(Saved data entries)
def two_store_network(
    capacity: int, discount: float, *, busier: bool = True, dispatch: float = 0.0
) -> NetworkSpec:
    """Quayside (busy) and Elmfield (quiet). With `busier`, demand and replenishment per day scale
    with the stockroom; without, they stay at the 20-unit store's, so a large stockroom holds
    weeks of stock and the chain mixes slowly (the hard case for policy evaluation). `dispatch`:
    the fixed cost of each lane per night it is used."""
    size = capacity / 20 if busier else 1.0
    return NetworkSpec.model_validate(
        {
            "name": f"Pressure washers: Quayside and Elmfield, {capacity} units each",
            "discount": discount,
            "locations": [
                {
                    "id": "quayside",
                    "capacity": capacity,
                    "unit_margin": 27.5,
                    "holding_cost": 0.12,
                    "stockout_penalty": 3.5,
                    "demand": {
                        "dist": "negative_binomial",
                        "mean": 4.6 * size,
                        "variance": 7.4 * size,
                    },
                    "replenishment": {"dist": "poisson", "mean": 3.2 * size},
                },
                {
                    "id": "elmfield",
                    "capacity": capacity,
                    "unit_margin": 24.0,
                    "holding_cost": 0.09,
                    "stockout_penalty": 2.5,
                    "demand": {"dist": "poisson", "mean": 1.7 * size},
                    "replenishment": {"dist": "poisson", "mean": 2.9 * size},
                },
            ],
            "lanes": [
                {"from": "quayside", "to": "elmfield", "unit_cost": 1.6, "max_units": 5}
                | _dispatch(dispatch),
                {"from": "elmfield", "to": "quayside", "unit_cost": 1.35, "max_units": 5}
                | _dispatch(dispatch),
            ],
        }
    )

...

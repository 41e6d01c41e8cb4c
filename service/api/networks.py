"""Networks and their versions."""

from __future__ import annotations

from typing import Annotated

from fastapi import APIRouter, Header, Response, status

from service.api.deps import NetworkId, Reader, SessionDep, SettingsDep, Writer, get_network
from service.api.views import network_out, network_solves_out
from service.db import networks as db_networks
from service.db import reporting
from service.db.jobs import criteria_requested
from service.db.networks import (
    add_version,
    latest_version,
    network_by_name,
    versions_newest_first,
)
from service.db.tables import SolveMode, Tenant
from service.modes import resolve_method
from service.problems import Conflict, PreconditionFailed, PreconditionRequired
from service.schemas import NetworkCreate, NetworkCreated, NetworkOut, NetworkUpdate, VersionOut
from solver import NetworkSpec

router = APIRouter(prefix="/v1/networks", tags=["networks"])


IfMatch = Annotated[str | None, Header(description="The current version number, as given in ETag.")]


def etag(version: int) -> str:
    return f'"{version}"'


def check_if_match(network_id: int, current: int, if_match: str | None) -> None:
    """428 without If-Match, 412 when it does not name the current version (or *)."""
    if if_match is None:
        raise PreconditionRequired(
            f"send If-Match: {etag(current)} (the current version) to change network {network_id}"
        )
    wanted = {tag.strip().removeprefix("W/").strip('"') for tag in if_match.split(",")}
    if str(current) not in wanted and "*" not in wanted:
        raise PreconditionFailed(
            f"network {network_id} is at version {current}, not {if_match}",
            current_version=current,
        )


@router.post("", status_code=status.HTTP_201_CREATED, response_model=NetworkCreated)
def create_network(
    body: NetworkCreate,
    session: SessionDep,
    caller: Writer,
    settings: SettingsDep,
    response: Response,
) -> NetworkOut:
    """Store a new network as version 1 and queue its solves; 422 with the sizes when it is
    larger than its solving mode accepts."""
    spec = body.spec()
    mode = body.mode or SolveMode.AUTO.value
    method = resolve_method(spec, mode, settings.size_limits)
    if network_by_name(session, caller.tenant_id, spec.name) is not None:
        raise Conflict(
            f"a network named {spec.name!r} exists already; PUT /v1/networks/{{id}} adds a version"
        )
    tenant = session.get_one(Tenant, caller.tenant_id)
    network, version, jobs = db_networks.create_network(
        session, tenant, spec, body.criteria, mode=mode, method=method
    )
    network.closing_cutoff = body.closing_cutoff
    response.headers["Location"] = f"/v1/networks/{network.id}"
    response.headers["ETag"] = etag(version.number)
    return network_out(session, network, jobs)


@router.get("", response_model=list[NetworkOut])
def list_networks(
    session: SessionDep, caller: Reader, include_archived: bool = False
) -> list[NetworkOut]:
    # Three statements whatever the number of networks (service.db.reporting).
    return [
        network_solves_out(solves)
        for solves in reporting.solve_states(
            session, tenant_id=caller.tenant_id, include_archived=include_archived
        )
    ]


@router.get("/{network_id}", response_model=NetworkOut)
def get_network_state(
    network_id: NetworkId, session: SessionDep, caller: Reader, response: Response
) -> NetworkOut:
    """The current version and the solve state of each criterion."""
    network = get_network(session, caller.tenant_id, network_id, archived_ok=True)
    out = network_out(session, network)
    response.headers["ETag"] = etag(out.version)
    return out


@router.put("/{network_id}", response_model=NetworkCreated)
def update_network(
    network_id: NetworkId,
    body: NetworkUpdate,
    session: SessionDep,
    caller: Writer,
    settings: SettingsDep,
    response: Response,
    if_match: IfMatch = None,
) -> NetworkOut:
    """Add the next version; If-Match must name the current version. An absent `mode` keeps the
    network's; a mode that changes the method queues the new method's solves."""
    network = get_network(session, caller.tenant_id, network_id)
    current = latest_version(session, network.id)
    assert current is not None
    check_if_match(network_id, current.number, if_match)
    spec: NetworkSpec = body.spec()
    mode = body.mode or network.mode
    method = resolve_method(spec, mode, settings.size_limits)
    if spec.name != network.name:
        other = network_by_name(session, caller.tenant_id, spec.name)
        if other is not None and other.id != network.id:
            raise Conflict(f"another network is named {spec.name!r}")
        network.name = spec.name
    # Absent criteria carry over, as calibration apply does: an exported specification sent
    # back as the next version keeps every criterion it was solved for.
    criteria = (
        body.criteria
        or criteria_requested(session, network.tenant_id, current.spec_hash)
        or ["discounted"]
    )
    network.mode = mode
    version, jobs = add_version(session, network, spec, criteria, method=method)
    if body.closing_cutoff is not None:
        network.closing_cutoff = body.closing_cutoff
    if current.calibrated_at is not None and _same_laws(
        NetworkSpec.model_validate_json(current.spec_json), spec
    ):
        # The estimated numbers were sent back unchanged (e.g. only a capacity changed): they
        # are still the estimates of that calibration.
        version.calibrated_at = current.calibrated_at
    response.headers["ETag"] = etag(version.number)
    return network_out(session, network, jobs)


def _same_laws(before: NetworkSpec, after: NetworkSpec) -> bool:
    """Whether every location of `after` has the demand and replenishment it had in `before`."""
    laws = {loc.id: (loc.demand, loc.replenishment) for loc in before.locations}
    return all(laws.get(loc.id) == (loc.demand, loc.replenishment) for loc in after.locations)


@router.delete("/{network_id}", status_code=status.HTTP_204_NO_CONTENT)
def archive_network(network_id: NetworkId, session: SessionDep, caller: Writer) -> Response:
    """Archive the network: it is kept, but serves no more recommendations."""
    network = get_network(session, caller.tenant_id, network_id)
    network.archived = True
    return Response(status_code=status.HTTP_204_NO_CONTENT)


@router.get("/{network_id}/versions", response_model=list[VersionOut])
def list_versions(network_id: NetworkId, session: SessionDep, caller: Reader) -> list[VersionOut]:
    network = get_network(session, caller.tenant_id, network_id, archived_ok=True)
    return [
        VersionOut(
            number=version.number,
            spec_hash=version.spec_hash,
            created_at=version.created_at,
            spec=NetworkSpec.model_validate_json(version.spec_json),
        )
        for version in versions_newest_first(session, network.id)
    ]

Required action -> Filter the entries down to the lines with the word "locations" in them.

The answer ->
            "locations": [
    laws = {loc.id: (loc.demand, loc.replenishment) for loc in before.locations}
    return all(laws.get(loc.id) == (loc.demand, loc.replenishment) for loc in after.locations)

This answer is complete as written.